Praise for a glaze (with a side of meat oil)

I’m just wild about a new culinary discovery! It all began with Costco, as many of my kitchen adventures do, and a purchase I made that was proving difficult to fit in the freezer, which resulted in my pulling out a few sirloins and deciding that the time had come to cook them. A couple of days later, after they’d defrosted, I thought a marinade would be a good idea, so I pulled out some trusty old faithful pantry staples and just went rogue with the measurements. This is more or less what I added to the mix:

About three pounds of steak
As much olive oil as you can pour while saying “La la la la la la”
A generous dousing of soy sauce (substitute coconut aminos for GF)
Garlic powder aplenty
A roughly ten-second pour of Worcestershire sauce
About a handful plus a couple of dashes of balsamic vinegar

When it came time to fire up the grill pan, I forlornly considered unceremoniously disposing of the leftover marinade, but I couldn’t bring myself to do it considering the liberal quantities of product my heavy hand had dispensed, so I committed to try repurposing it. Out came a saucepan, in went the marinade, on went the gas range. I boiled the concoction until I felt certain that no contaminant could have survived, at which point the oil and the solids had separated, resulting in a layer of seasoning silt the color of stained walnut on the bottom of the pan beneath a hot blanket of honey-hued oil. I poured the oil off into a bowl, then scraped the umami sediment into another bowl, at this point unsure of what I’d created.

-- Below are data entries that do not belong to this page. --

:func:`write_report` reads only the results folder (and, for two figures, re-runs the first
stored run from its stored configuration and seed: runs are pure functions of both, and the
page says whether the re-run reproduced the stored numbers). The page needs nothing else to be
read: figures are SVG inside the file (``data:`` images), styles are inline, there is no script,
and a Content-Security-Policy forbids the browser to fetch anything. Built twice from the same
folder it is the same bytes (fixed SVG hash salts, no dates but the stored ones).

Sections follow the STRESS guidelines for reporting simulation studies (Monks et al. 2019):
objectives and outputs, logic, data, experimentation (initialisation, run length, replications,
how intervals are computed), implementation (software, versions, random numbers, seeds), and
code access; a checklist at the end says where each item is answered.

A folder whose sweep failed in part or was interrupted gets a report of what is there, with a
section saying what is missing. A folder with no finished run is refused.

References
----------
Monks, T., Currie, C. S. M., Onggo, B. S., Robinson, S., Kunc, M. and Taylor, S. J. E. (2019).
Strengthening the reporting of empirical simulation studies: Introducing the STRESS guidelines.
Journal of Simulation 13(1), 55-67.
Efron, B. and Tibshirani, R. J. (1993). *An Introduction to the Bootstrap*, ch. 13.
Mastrandrea, M. D. et al. (2010). Guidance note for lead authors of the IPCC Fifth Assessment
Report on consistent treatment of uncertainties. IPCC (the calibrated likelihood scale).
"""

from __future__ import annotations

import base64
import html
import json
import math
import warnings
from dataclasses import dataclass, field
from pathlib import Path
from typing import Any

__all__ = ["ReportError", "build_report", "render_report", "write_report"]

Meanwhile, the steaks had great grill marks, so I slid them into the oven at 425 to nudge them a little closer to medium rare, at which point I removed them to a plate to rest and cut a corner off of one to test the temperature. After a few minutes, the plate had collected a modest lagoon of au jus, and just then (and just in time), inspiration struck. I poured the liquid off the plate and into the bowl containing the savory marinade alluvium, and what resulted was a most delightfully glossy gravy with the consistency of a glaze. Naturally, the proof was in the pudding, so I tasted it and was pleasantly surprised. I knew better than to sucker punch my kids’ taste buds by lathering it on their steak slices, but they were given the option to dip (one out of three opted in), but the glaze got the green light from the adult contingent to the point that I will do everything the same next time (but maybe I’ll go nuts and add a second or two to the Worcestershire pour).

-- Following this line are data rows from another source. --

def test_a_market_whose_metric_list_is_swapped_measures_one_by_one(monkeypatch):
    # The batch made for the default metrics must not serve a list put in its place: the new
    # list's rows are those of a market built with it.
    monkeypatch.setenv("PROPENSIM_KERNELS", "numba")
    chosen = ["volume", _Halved()]
    market = build_market(_market_config(), seed=2, mesa=False)
    assert market.metric_batch is not None and market.metric_batch.source is market.metrics
    market.metrics = engine._resolve_metrics(chosen)
    market.recorder.metrics = market.metrics
    frame = market.run(3)
    built_with_it = build_market(_market_config(metrics=chosen), seed=2, mesa=False).run(3)
    assert list(frame.columns) == ["round", "volume", "_halved"]
    assert frame.equals(built_with_it)
    assert frame["_halved"].notna().all() and (frame["volume"] > 0).all()


def test_the_choice_is_made_at_build_and_does_not_depend_on_work_or_length(monkeypatch):
    # No process-wide counter and no length threshold: whatever has run before, a market of
    # any size gets the kernels when numba imports, unless PROPENSIM_KERNELS=numpy.
    assert not hasattr(acceleration, "count_work")
    monkeypatch.setenv("PROPENSIM_KERNELS", "auto")
    for length in (1, 10, 4095, 10**6):
        assert acceleration.compiled(length) is not None
    small = build_market({"population": {"n_buyers": 5, "n_sellers": 5}}, seed=1, mesa=False)
    assert small.compiled is True
    monkeypatch.setenv("PROPENSIM_KERNELS", "numpy")
    assert acceleration.compiled(10**6) is None
    off = build_market({"population": {"n_buyers": 5, "n_sellers": 5}}, seed=1, mesa=False)
    assert off.compiled is False


def test_a_fresh_process_loads_the_kernels_from_the_disk_cache():
    # cache=True: a second fresh process finds every kernel it calls already compiled on disk.
    code = (
        "import json, os, warnings\n"
        "warnings.simplefilter('ignore')\n"
        "from propensim.markets.build import build_market\n"
        "from propensim.plugins import numba_loops\n"
        "for clearing in ('propensity', 'double_auction'):\n"
        "    cfg = {'population': {'n_buyers': 60, 'n_sellers': 60}, 'clearing': clearing,\n"
        "           'network': {'name': 'erdos_renyi', 'mean_degree': 4},\n"
        "           'drift': {'rules': [{'name': 'anchor'}, {'name': 'outcome'}], 'noise': 0.5}}\n"
        "    build_market(cfg, seed=1, mesa=False).run(3)\n"
        "fns = [f for f in vars(numba_loops).values() if hasattr(f, 'stats')]\n"
        "used = [f for f in fns if f.signatures]\n"
        "print(json.dumps([len(used), sum(len(f.stats.cache_misses) for f in used)]))\n"
    )
    env = {k: v for k, v in os.environ.items() if k != "PROPENSIM_KERNELS"}
    for _ in range(2):  # the first may compile (a new machine or changed code); the second not
        res = subprocess.run(
            [sys.executable, "-c", code], capture_output=True, text=True, check=True, env=env
        )
    used, misses = json.loads(res.stdout.strip().splitlines()[-1])
    assert used >= 4 and misses == 0


def test_a_bad_kernels_setting_is_named(monkeypatch):
    monkeypatch.setenv("PROPENSIM_KERNELS", "fast")
    with pytest.raises(ValueError, match="PROPENSIM_KERNELS must be numpy, numba or auto"):
        acceleration.compiled(10)


@pytest.mark.filterwarnings("ignore:.*trading network hold only:RuntimeWarning")
def test_the_fused_drift_pass_serves_anchor_and_outcome_sums(monkeypatch):
    # The market cases above agree with numpy; this checks that they went through the fused pass
    # (else they would only repeat the general path) and that it declines what it cannot do.
    from propensim.plugins import drift as drift_rules
    from propensim.plugins import numba_loops

    assert (drift_rules._ANCHOR, drift_rules._OUTCOME) == (numba_loops.ANCHOR, numba_loops.OUTCOME)
    calls = []
    original = acceleration.force_step

    def counted(*args, **kwargs):
        out = original(*args, **kwargs)
        calls.append(out is not None)
        return out

    monkeypatch.setattr(acceleration, "force_step", counted)
    monkeypatch.setenv("PROPENSIM_KERNELS", "numba")
    build_market(_market_config(**CASES["anchor and outcome"]), seed=3, mesa=False).run(3)
    assert calls == [True, True, True]
    calls.clear()
    build_market(_market_config(**CASES["two forces, spread widths"]), seed=3, mesa=False).run(2)
    assert calls == [False, False]  # one stiffness per trader: the kernel declines
    calls.clear()
    build_market(_market_config(**CASES["summed forces"]), seed=3, mesa=False).run(2)
    assert calls == []  # a width rule: the general path, without asking the kernel


@pytest.mark.filterwarnings("ignore:.*trading network hold only:RuntimeWarning")
@pytest.mark.parametrize("elapsed", [0.25, 3.0])
def test_the_fused_drift_pass_steps_over_elapsed_time_as_numpy_does(monkeypatch, elapsed):
    # Event mode steps the drift over the time since the last step (MarketState.elapsed).
    from propensim.markets import stages

    seen = []
    step_drift = stages.drift

    def keep(market, outcome):
        seen.append(outcome)
        return step_drift(market, outcome)

    monkeypatch.setattr(stages, "drift", keep)
    results = []
    for how in ("numpy", "numba"):
        monkeypatch.setenv("PROPENSIM_KERNELS", how)
        market = build_market(_market_config(**CASES["anchor and outcome"]), seed=8, mesa=False)
        market.run(2)
        assert seen[-1].traded.any()  # an outcome with trades and misses
        market.state.elapsed = elapsed
        acceleration.activate(how == "numba")
        try:
            rng = np.random.default_rng(4)
            results.append(market.drift.apply(market.state, seen[-1], rng))
        finally:
            acceleration.activate(None)
    (mu0, sigma0), (mu1, sigma1) = results
    assert np.array_equal(mu0, mu1) and np.array_equal(sigma0, sigma1)


@pytest.mark.parametrize("n", [1, 2, 7, 500, 4096])
def test_turn_order_bucket_sort_matches_a_stable_argsort(forced, n):
    # Reference: numpy's stable argsort (equal keys in position order), with ties forced in.
    from propensim.plugins import numba_loops

    rng = np.random.default_rng(n)
    key = rng.random(n)
    if n > 2:
        key[rng.integers(0, n, n // 3)] = key[0]  # ties
        key[-1] = np.nextafter(1.0, 0.0)  # the largest key below one
    assert np.array_equal(numba_loops._ascending(key), np.argsort(key, kind="stable"))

And what about the bowl of oil? Well, that gorgeous, golden plant fat had now been married with the flavor of grilled steak and a bouquet of piquant flavors from the other marinade ingredients. The infusion was at once decadent and restrained, yielding a most beautiful balance on the palate, and I couldn’t think of a better use for it than to toss it into a bowl of cherry tomatoes (about a pound). From there, the lot went into a glass baking dish with a shake of salt and pepper then onto the middle rack of the oven (now set to 400) for the better part of an hour, and the resulting liquor made a most delicious dressing for a bowl of fettuccine.

I rode the endorphins from this creative cookery experience for a few minutes, delighting in the unexpected success of the experiment and congratulating myself on the choice to try boiling the marinade, but reality quickly tugged me back to Earth with these words: “Mommy? Can we have hotdogs and fries for dinner tomorrow?”

I guess she won’t be telling all of her friends about her mom’s special meat oil pasta tomorrow. Hebrew National and Ore-Ida, you win this round.